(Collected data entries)
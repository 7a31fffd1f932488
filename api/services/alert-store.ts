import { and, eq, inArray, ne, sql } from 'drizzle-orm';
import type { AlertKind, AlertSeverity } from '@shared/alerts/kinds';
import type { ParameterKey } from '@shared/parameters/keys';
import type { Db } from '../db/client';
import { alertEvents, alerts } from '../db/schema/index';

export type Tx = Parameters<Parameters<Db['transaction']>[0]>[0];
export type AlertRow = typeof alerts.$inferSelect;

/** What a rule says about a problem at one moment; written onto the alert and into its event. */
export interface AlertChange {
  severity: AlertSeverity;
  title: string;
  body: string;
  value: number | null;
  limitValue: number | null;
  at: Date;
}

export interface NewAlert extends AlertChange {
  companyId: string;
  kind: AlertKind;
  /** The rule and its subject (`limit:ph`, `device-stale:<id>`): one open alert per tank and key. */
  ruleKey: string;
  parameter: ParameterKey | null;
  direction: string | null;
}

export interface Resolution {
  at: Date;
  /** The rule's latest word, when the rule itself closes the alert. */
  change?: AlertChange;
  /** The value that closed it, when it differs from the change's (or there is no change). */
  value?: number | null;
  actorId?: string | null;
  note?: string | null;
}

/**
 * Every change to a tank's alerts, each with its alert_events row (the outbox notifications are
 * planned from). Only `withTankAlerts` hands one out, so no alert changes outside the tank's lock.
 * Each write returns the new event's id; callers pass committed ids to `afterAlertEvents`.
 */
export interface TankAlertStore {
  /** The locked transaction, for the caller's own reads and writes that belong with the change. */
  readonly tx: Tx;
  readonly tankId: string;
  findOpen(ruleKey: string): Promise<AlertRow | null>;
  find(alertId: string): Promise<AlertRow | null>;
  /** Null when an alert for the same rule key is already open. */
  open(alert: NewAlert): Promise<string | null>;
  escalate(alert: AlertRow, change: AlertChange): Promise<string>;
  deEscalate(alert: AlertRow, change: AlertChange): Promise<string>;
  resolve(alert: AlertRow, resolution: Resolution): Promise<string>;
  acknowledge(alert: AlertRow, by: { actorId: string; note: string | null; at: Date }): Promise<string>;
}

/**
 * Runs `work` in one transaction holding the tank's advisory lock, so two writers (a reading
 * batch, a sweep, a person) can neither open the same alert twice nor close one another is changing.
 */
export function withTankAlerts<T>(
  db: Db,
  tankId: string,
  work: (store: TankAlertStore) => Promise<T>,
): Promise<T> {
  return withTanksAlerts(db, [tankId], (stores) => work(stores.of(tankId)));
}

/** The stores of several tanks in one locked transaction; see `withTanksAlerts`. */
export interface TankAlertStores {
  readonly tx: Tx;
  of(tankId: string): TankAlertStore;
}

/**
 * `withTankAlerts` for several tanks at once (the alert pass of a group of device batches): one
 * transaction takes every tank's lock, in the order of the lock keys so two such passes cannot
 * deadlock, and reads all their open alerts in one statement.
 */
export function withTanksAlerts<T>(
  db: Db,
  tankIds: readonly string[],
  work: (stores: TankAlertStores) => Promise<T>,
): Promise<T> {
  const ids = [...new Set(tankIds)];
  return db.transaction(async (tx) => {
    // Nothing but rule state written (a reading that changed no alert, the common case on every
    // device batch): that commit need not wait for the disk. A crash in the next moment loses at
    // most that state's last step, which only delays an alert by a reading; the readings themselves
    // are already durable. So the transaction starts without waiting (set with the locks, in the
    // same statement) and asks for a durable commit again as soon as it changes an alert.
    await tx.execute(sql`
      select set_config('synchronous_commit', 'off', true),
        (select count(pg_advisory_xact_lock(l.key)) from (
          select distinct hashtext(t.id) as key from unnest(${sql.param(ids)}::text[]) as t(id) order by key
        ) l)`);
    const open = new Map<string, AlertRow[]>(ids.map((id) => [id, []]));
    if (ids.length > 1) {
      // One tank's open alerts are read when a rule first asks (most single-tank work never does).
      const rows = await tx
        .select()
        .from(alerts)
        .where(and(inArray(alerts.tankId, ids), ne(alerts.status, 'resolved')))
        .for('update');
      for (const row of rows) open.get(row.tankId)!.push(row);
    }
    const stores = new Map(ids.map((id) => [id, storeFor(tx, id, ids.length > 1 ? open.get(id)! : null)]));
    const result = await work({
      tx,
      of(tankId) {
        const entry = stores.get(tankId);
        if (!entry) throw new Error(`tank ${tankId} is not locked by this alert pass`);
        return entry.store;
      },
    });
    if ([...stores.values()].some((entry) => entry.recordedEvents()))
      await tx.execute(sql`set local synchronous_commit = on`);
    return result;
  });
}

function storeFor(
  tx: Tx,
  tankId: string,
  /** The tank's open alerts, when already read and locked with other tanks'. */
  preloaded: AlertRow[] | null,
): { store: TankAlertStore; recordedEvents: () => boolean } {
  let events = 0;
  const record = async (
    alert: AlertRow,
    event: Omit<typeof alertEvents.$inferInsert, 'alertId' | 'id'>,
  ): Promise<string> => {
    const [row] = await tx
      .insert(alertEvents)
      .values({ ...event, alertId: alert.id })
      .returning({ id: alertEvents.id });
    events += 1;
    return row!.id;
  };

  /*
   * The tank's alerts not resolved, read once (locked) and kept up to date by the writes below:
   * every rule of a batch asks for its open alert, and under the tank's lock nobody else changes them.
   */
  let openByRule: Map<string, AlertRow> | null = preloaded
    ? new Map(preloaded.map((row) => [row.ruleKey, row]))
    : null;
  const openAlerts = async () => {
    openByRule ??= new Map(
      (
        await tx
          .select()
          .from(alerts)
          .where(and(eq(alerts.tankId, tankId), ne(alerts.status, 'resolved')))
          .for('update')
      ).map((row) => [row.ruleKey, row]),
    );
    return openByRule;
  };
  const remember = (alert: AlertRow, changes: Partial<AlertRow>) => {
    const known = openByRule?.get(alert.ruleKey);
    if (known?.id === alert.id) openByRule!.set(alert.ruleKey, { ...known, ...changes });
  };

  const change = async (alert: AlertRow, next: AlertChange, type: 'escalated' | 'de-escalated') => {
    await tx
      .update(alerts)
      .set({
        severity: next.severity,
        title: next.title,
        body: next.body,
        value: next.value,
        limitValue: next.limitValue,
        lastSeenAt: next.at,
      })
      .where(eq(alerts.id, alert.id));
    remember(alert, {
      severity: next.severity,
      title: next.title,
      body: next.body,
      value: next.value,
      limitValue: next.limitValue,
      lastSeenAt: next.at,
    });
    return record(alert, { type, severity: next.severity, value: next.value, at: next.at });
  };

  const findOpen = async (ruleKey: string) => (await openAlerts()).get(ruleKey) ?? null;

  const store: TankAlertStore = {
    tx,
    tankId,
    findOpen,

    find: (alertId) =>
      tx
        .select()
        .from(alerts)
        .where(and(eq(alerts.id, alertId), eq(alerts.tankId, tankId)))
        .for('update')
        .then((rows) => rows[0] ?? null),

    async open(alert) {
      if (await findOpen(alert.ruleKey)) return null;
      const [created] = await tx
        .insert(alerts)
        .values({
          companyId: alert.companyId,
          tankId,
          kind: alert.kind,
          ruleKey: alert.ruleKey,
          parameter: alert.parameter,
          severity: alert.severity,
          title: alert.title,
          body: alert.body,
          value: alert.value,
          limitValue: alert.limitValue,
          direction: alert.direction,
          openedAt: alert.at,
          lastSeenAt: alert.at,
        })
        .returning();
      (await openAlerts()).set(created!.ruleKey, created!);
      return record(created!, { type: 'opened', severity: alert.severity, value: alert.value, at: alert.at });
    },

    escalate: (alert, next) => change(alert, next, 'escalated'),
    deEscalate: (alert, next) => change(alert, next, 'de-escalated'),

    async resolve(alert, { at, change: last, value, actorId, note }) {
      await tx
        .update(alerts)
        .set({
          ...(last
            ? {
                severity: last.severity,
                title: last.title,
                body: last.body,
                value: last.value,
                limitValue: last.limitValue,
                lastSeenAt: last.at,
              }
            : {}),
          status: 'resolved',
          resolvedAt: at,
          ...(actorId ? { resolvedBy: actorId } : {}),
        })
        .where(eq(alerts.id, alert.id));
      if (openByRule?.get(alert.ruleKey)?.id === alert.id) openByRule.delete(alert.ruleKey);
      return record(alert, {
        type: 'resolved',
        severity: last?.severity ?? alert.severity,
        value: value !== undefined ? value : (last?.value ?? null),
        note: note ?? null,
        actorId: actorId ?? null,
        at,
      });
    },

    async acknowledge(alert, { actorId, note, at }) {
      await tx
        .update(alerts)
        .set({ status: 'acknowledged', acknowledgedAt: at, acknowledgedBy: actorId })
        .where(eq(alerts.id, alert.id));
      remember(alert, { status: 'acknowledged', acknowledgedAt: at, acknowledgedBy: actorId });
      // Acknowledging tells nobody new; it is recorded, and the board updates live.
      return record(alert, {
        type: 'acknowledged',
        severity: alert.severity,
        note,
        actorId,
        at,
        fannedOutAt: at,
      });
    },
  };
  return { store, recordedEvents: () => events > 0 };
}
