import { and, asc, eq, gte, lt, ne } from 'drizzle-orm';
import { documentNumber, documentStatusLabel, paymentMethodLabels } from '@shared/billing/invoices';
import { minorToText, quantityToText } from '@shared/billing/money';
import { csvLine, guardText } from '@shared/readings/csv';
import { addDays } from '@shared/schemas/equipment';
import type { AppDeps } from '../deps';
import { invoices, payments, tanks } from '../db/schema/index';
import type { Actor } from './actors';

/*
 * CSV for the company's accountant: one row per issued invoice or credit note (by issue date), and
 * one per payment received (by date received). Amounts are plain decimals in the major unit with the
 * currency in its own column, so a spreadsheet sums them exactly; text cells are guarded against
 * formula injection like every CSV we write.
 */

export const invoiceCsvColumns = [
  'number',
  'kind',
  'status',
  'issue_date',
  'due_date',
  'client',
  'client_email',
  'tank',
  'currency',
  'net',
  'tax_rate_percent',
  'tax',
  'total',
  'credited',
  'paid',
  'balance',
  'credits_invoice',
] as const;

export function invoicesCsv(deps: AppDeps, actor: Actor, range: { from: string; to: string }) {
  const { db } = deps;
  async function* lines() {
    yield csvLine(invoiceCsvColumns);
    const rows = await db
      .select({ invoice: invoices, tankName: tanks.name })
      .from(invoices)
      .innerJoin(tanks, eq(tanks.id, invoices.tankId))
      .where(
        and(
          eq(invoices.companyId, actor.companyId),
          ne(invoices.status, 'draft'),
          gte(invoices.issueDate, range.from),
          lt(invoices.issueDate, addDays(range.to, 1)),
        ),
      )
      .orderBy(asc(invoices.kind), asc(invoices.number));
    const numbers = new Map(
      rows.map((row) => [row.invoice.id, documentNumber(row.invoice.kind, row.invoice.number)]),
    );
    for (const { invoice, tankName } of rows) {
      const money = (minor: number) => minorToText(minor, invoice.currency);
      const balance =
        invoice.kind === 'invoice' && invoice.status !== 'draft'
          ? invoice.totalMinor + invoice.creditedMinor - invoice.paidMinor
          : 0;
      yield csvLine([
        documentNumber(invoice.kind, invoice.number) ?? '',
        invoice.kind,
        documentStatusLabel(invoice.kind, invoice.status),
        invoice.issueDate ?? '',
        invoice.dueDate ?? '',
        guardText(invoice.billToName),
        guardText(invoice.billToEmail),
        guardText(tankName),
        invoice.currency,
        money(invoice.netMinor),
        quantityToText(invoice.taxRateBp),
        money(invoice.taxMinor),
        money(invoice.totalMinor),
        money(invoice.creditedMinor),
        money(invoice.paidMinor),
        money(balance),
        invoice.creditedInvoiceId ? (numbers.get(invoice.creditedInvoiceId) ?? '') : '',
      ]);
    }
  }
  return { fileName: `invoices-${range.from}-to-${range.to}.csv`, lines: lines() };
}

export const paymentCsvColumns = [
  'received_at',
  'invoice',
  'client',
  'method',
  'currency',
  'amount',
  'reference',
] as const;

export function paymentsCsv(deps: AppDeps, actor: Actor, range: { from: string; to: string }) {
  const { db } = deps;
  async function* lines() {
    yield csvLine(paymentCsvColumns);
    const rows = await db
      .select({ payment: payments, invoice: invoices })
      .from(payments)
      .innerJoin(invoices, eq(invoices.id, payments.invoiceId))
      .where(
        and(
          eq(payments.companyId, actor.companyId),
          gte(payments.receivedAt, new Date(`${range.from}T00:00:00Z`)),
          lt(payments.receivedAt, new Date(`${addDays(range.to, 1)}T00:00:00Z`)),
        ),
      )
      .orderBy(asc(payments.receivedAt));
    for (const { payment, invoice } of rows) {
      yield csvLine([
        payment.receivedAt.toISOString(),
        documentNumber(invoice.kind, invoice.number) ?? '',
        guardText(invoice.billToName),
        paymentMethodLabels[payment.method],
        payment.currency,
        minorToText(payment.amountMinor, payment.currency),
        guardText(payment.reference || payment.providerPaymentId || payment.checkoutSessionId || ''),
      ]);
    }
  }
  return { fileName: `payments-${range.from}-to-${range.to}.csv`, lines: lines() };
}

--

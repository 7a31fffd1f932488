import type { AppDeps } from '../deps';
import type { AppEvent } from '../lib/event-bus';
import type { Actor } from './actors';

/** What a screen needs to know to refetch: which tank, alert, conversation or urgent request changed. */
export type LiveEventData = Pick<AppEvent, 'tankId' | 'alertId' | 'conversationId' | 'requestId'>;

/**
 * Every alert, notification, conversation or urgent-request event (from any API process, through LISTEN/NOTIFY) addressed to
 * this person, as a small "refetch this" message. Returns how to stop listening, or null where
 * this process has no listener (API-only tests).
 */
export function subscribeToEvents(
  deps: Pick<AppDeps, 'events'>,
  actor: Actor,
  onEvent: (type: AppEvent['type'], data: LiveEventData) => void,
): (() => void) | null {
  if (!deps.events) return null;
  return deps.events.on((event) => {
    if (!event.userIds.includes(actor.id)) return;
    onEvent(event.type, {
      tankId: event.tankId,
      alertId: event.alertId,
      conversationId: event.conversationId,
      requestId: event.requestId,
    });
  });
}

## WORK TO BE COMPLETED
Of all the entries above, output exactly the lines between the one holding "of(tankId: string): TankAlertStore;" and the one holding "return db.transaction(async (tx)", inclusive.

## YOUR SOLUTION
  of(tankId: string): TankAlertStore;
}

/**
 * `withTankAlerts` for several tanks at once (the alert pass of a group of device batches): one
 * transaction takes every tank's lock, in the order of the lock keys so two such passes cannot
 * deadlock, and reads all their open alerts in one statement.
 */
export function withTanksAlerts<T>(
  db: Db,
  tankIds: readonly string[],
  work: (stores: TankAlertStores) => Promise<T>,
): Promise<T> {
  const ids = [...new Set(tankIds)];
  return db.transaction(async (tx) => {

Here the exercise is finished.